8.7.5. dasLLAMA-05 — Performance

The three dials that matter for CPU inference speed: the JIT, the thread pool, and the weight quantization. The tutorial measures all of them with stats() on your machine:

daslang.exe -jit tutorials/dasLLAMA/05_performance.das -- path/to/model.gguf

8.7.5.1. Always -jit

The kernels are daslang code; the LLVM JIT compiles them to native SIMD. Interpreted inference is orders of magnitude slower — never benchmark it. jit_enabled() tells you which world you’re in. On top of that, options _jit_fast_math = true lets the JIT relax FP ordering in the kernels (non-bit-exact, roughly +10%) — matching how llama.cpp compiles its own; the parity test suite stays bit-exact.

8.7.5.2. Threads: the job queue

The matmul kernels split their rows across the job queue — they require one (model code outside with_job_que() panics). set_jobque_fork_pool(true, true) pools the per-job fork contexts: the kernels are pure data-parallel jobs, so their contexts can be reused and skip re-init.

The worker count is fixed when the queue is created; the DAS_JOBQUE_THREADS environment variable overrides the (deliberately conservative) default. Re-run the tutorial with DAS_JOBQUE_THREADS=1 to see what threading buys — the win grows with model size, since tiny models have tiny matmuls.
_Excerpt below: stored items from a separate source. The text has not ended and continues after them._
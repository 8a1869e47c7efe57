"""What happens along the stroke is found exactly, against closed forms, and does not hang on the poses of the table."""

from __future__ import annotations

import numpy as np
import pytest

from tests.unit.design.models import FOUR_BAR, LEVER, PRESS, ask, degrees, happened, only
from tests.unit.mechanics.linkages import FourBar

ANGLE = 1e-9
"""[deg] roots are found to 1e-14 of the stroke; closing to 1e-12 leaves the rest."""
WORST = 1e-9
"""Relative: what is promised of a worst value, whatever the number of poses."""
PEAK = 1e-5
"""[deg] where a smooth top is: the value is flat there, so rounding 1e-15 of it hides its root of the place."""


def test_the_dead_point_of_a_toggle_pressed_through() -> None:
    """At a = 0 the load stands still: the ratio has no bound, the effort passes through nothing."""
    answer = ask(PRESS.replace("to = 5", "to = -40"))
    assert degrees(only(answer, "dead point", "load")) == pytest.approx(0.0, abs=ANGLE)
    assert only(answer, "largest", "force ratio").value == np.inf
    assert degrees(only(answer, "largest", "ideal ratio")) == pytest.approx(0.0, abs=ANGLE)
    least = only(answer, "smallest", "effort")
    assert least.value == pytest.approx(0.0, abs=1e-9) and degrees(least) == pytest.approx(0.0, abs=1e-7)


def test_a_dead_point_of_the_effort() -> None:
    """Driven by the load side: at a = 0 the push at C does no work, the moment that holds it has no answer."""
    text = PRESS.replace('at = "B"\non = "upper"\ndirection = -90', 'at = "C"\ndirection = 180')
    text = text.replace('[load]\nat = "C"\ndirection = 180\nsize = 1000', '[load]\ntorque_on = "upper"\nsize = 7')
    answer = ask(text.replace("to = 5", "to = -40"))
    assert degrees(only(answer, "dead point", "effort")) == pytest.approx(0.0, abs=ANGLE)
    assert np.isinf(only(answer, "largest", "effort").value)
    assert np.isinf(only(answer, "largest", "force at A").value)


def test_dead_points_of_a_crank_rocker_are_those_of_its_triangles() -> None:
    """The rocker stands still where crank and coupler are in line: two closed-form angles of the crank, a turn each."""
    linkage = FourBar(30, 90, 70, 100)
    text = FOUR_BAR.replace('at = "tip"\ndirection = -90\nsize = 100', 'torque_on = "rocker"\nsize = -10')
    found = sorted(degrees(e) for e in happened(ask(text), "dead point", "load"))
    wanted = []
    for reach, beyond in ((linkage.b + linkage.a, 0.0), (linkage.b - linkage.a, 180.0)):
        cosine = (reach**2 + linkage.d**2 - linkage.c**2) / (2 * reach * linkage.d)
        wanted.append(float(np.degrees(np.arccos(cosine)) + beyond))
    assert found == pytest.approx(sorted(w + 360 * (w < 60) for w in wanted), abs=ANGLE)


def test_a_link_turns_from_pushed_to_pulled_where_its_moments_say() -> None:
    """A lever on a stay: the weight at the end has no moment about the pivot when it stands above it, 90 degrees."""
    text = """
[points]
A = [0, 0]
P = { from = "A", distance = 80, angle = 40 }
Q = { from = "A", distance = 200, angle = 40 }
S = { from = "P", distance = 150, angle = -60 }
U = { from = "S", distance = 60, angle = 200 }
[members]
ground = ["A", "U"]
lever = ["A", "P", "Q"]
stay = ["P", "S"]
crank = ["U", "S"]
[effort]
torque_on = "crank"
[load]
at = "Q"
direction = -90
size = 250
[stroke]
turn = "lever"
from = 60
to = 120
poses = 14
"""
    answer = ask(text)
    assert degrees(only(answer, "reversal", "stay")) == pytest.approx(90.0, abs=ANGLE)
    assert only(answer, "smallest", "force at S").value == pytest.approx(0.0, abs=1e-9)


def test_a_true_maximum_between_poses() -> None:
    """Effort square to the lever is 200 N x cos(a): drawn from -37 to 52 degrees its top is at 0, between poses."""
    text = LEVER.replace("from = 10", "from = -37").replace("to = 70", "to = 52").replace("poses = 13", "poses = 8")
    top = only(ask(text), "largest", "effort")
    assert top.value == pytest.approx(200.0, rel=1e-14)
    assert degrees(top) == pytest.approx(0.0, abs=PEAK)


def test_ends_of_the_stroke_are_told_as_written() -> None:
    answer = ask(LEVER)
    assert only(answer, "largest", "effort").drive == answer.drive[0, 0, 0]
    assert only(answer, "smallest", "effort").drive == answer.drive[0, 0, -1]
    assert np.degrees(answer.drive[0, 0, [0, -1]]) == pytest.approx([10, 70], rel=1e-15)
    assert only(answer, "largest", "effort").value == pytest.approx(200 * np.cos(np.radians(10)), rel=1e-14)


@pytest.mark.parametrize("poses", [2, 7, 181, 721])
def test_the_worst_values_do_not_hang_on_the_number_of_poses(poses: int) -> None:
    """Also those that a coarse table would not show at all."""
    few, usual = (ask(FOUR_BAR.replace("poses = 61", f"poses = {count}")) for count in (poses, 361))
    assert few.effort.shape[2] == poses
    key = [(e.kind, e.quantity, e.case) for e in usual.events]
    assert [(e.kind, e.quantity, e.case) for e in few.events] == key
    for a, b in zip(few.events, usual.events, strict=True):
        assert a.value == pytest.approx(b.value, rel=WORST, abs=1e-6, nan_ok=True)
        if a.kind not in ("largest", "smallest", "opposite peak"):
            assert degrees(a) == pytest.approx(degrees(b), abs=ANGLE)


def test_no_pose_of_a_dense_table_is_worse() -> None:
    """A hundred times as many poses: none above the largest, none below the smallest, and the top is that of the
    parabola through the three highest."""
    answer = ask(FOUR_BAR)
    dense = ask(FOUR_BAR, poses=6001)
    curves = {f"force at {j}": dense.joint_force(j)[0, 0] for j in dense.joints}
    curves |= {"effort": np.abs(dense.effort[0, 0]), "axial force in coupler": dense.axial_in("coupler")[0, 0]}
    for name, curve in curves.items():
        top, least = only(answer, "largest", name), only(answer, "smallest", name)
        high, low = (abs(e.value) if name == "effort" else e.value for e in (top, least))
        assert high >= np.max(curve) * (1 - 1e-12) and low <= np.min(curve) + 1e-9 * np.max(np.abs(curve))
        k = int(np.argmax(curve))
        if 0 < k < curve.size - 1:
            left, middle, right = curve[k - 1 : k + 2]
            bend = left - 2 * middle + right
            summit = middle - (right - left) ** 2 / (8 * bend)
            assert high == pytest.approx(summit, rel=1e-8)


def test_every_extreme_is_the_value_at_its_pose() -> None:
    """Asked for again at that very pose, the table says the same."""
    answer = ask(FOUR_BAR)
    found = [e for e in answer.events if e.kind in ("largest", "smallest") and np.isfinite(e.value)]
    again = ask(FOUR_BAR, at=[e.drive for e in found])
    for k, event in enumerate(found):
        told = {
            "effort": again.effort, "force ratio": again.force_ratio, "ideal ratio": again.ideal_ratio,
            "axial force in coupler": again.axial,
            **{f"force at {j}": again.joint_force(j) for j in again.joints},
        }[event.quantity]  # fmt: skip
        assert event.value == pytest.approx(float(told.reshape(-1, len(found))[0, k]), rel=1e-9, abs=1e-6)


def test_a_limit_of_motion_is_an_event() -> None:
    """Coupler and rocker in line: cos a = (60^2 + 50^2 - 95^2) / (2 x 60 x 50)."""
    text = FourBar(60, 40, 55, 50).text('[stroke]\nturn = "crank"\nto = "upper limit"')
    limit = np.degrees(np.arccos((60**2 + 50**2 - 95**2) / (2 * 60 * 50)))
    assert degrees(only(ask(text), "limit", "stroke")) == pytest.approx(limit, abs=1e-7)


def test_events_that_are_of_one_case_only_say_so() -> None:
    """A hand that pulls down has no grip on a lever that stands upright, one that pushes aside none on a level one."""
    text = LEVER.replace('square_to = ["hand", "A"]', "direction = -90").replace("from = 10", "from = -30")
    text = (
        text.replace("to = 70", "to = 120")
        + """
[cases.down]
[cases.aside.effort]
at = "hand"
direction = 180
"""
    )
    answer = ask(text)
    assert degrees(only(answer, "dead point", "effort", "down")) == pytest.approx(90.0, abs=ANGLE)
    assert degrees(only(answer, "dead point", "effort", "aside")) == pytest.approx(0.0, abs=ANGLE)
    assert not happened(answer, "dead point", "effort", "")
    assert degrees(only(answer, "dead point", "load")) == pytest.approx(90.0, abs=ANGLE), "the same in all cases"


def test_a_pose_of_the_table_on_a_dead_point_does_not_hide_it() -> None:
    """The effort has no answer there; its dead point is told, and the curves beside it are judged as unbounded."""
    text = LEVER.replace('square_to = ["hand", "A"]', "direction = -90").replace("from = 10", "from = 60")
    for poses in (7, 61, 121):
        answer = ask(text.replace("to = 70", "to = 120").replace("poses = 13", f"poses = {poses}"))
        assert degrees(only(answer, "dead point", "effort")) == pytest.approx(90.0, abs=ANGLE)
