/**
 * Levels, form and ages of the tide that follow from a few constants.
 *
 * Textbook relations (from memory: D. T. Pugh 1987; class limits after A. Courtier 1938 and A. Defant), the ages are
 * phase differences over differences of speed. MHWS … MLWN from M2 and S2 are approximations of the averages.
 * @module
 */
import { constituent } from '@staithe/constituents';
import { angleDifference, type HarmonicConstants } from '@staithe/core';
import { makePlan } from '@staithe/predict';
import { levelAfterSteps } from './means.js';
import type { AbsentLevel, HarmonicLevels, TideClass } from './types.js';

/** Form number above which spring and neap tides of M2 and S2 say nothing about the tide. */
const MIXED = 1.5;

function classOf(form: number): TideClass {
  if (form <= 0.25) return 'semidiurnal';
  if (form <= MIXED) return 'mixed, mainly semidiurnal';
  return form <= 3 ? 'mixed, mainly diurnal' : 'diurnal';
}

/** Hours by which the tide of two constituents in phase follows the Moon: (G(a) − G(b))/(σ(a) − σ(b)). */
function age(constants: HarmonicConstants, a: string, b: string): number | undefined {
  const [first, second] = [a, b].map((name) =>
    constants.constituents.find((c) => c.name === name && c.amplitude > 0),
  );
  if (!first || !second) return undefined;
  const difference = angleDifference(second.phaseLag, first.phaseLag);
  return difference / (constituent(a).speed - constituent(b).speed);
}

/**
 * Levels that follow from constants.
 *
 * @param constants - A constants document.
 * @returns Metres above its datum, from the mean level after its last step; what a place does not have is in `absent` with the reason.
 * @throws InputError of `makePlan`.
 * @example
 * harmonicLevels(constants).tideClass; // 'semidiurnal'
 * @public
 */
export function harmonicLevels(constants: HarmonicConstants): HarmonicLevels {
  makePlan(constants); // refuses what cannot be predicted: names, numbers, unit, version
  const amplitude = (name: string): number | undefined => {
    const found = constants.constituents.find((c) => c.name === name)?.amplitude;
    return found === 0 ? undefined : found;
  };
  const [m2, s2, k1, o1] = [amplitude('M2'), amplitude('S2'), amplitude('K1'), amplitude('O1')];
  const level = levelAfterSteps(constants);
  const absent: AbsentLevel[] = [];
  const semidiurnal = (m2 ?? 0) + (s2 ?? 0);
  const diurnal = (k1 ?? 0) + (o1 ?? 0);
  const form = semidiurnal > 0 && diurnal > 0 ? diurnal / semidiurnal : undefined;
  const missing = (names: readonly (readonly [string, number | undefined])[]): string[] =>
    names.filter(([, value]) => value === undefined).map(([name]) => name);
  const refuse = (levels: readonly string[], reason: string): void => {
    absent.push(...levels.map((name) => ({ level: name, reason })));
  };
  const springs = ['MHWS', 'MHWN', 'MLWN', 'MLWS'];
  const lacking = missing([
    ['M2', m2],
    ['S2', s2],
  ]);
  let spring: HarmonicLevels['levels'] = { MSL: level };
  let ranges: HarmonicLevels['ranges'] = {};
  if (lacking.length > 0) refuse(springs, `the constants hold no ${lacking.join(' and no ')}`);
  else if (form !== undefined && form > MIXED) {
    refuse(
      springs,
      `form number ${form.toFixed(2)} is over ${MIXED}: spring and neap tides do not rule here`,
    );
  } else {
    const [a, b] = [m2 as number, s2 as number];
    spring = {
      MSL: level,
      MHWS: level + (a + b),
      MHWN: level + Math.abs(a - b),
      MLWN: level - Math.abs(a - b),
      MLWS: level - (a + b),
    };
    ranges = { spring: 2 * (a + b), neap: 2 * Math.abs(a - b) };
  }
  const four = missing([
    ['M2', m2],
    ['S2', s2],
    ['K1', k1],
    ['O1', o1],
  ]);
  if (four.length > 0) refuse(['ISLW'], `the constants hold no ${four.join(' and no ')}`);
  const three = missing([
    ['M2', m2],
    ['K1', k1],
    ['O1', o1],
  ]);
  const declination = (m2 ?? 0) + diurnal;
  const isDiurnal = semidiurnal === 0 || (form !== undefined && form > MIXED);
  if (!isDiurnal) {
    const why =
      form === undefined
        ? 'the constants hold no diurnal tide'
        : `form number ${form.toFixed(2)} is not over ${MIXED}`;
    refuse(['MHHW', 'MLLW'], `${why}: they need a tabulation`);
  } else if (three.length > 0)
    refuse(['MHHW', 'MLLW'], `the constants hold no ${three.join(' and no ')}`);
  const [phase, parallax, diurnalAge] = [
    age(constants, 'S2', 'M2'),
    age(constants, 'M2', 'N2'),
    age(constants, 'K1', 'O1'),
  ];
  return {
    levels: {
      ...spring,
      ...(isDiurnal && three.length === 0
        ? { MHHW: level + declination, MLLW: level - declination }
        : {}),
      ...(four.length === 0 ? { ISLW: level - (semidiurnal + diurnal) } : {}),
    },
    absent,
    ...(form === undefined ? {} : { formFactor: form }),
    ...(form === undefined && semidiurnal > 0
      ? {}
      : diurnal > 0
        ? { tideClass: classOf(form ?? Infinity) }
        : {}),
    ranges,
    ages: {
      ...(phase === undefined ? {} : { phase }),
      ...(parallax === undefined ? {} : { parallax }),
      ...(diurnalAge === undefined ? {} : { diurnal: diurnalAge }),
    },
  };
}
8.7.5.3. Prefill vs generation

stats() separates the two phases because their physics differ: the prompt runs as one batched forward (compute-bound, fast), while generation runs one token per forward (memory-bandwidth-bound, slower). ttft_s — time to first token — spans the prefill plus the first generation step.

8.7.5.4. Quantization: memory vs fidelity

QuantMode picks the in-memory weight representation, whatever the GGUF stores. Measured on SmolLM2-135M (Apple M1 Max, 8 jobs):

Mode

Resident

Throughput

fp32

546 MB

prefill 471 t/s, gen 86 t/s — the token-exact reference

q8

241 MB

prefill 1391 t/s, gen 219 t/s — the everyday choice

q4

189 MB

prefill 70 t/s, gen 69 t/s — smallest, scalar kernel only

Generation is bandwidth-bound, so between fp32 and q8 smaller weights are also faster. q4 currently has no batched prefill kernel — it’s the smallest footprint, not the fastest path.

Where to go deeper: modules/dasLLAMA/tune_for_this_box.md covers kernel tuning (token-block size, unrolls, the [dasllama_grid] tuner) when you want to squeeze a specific machine.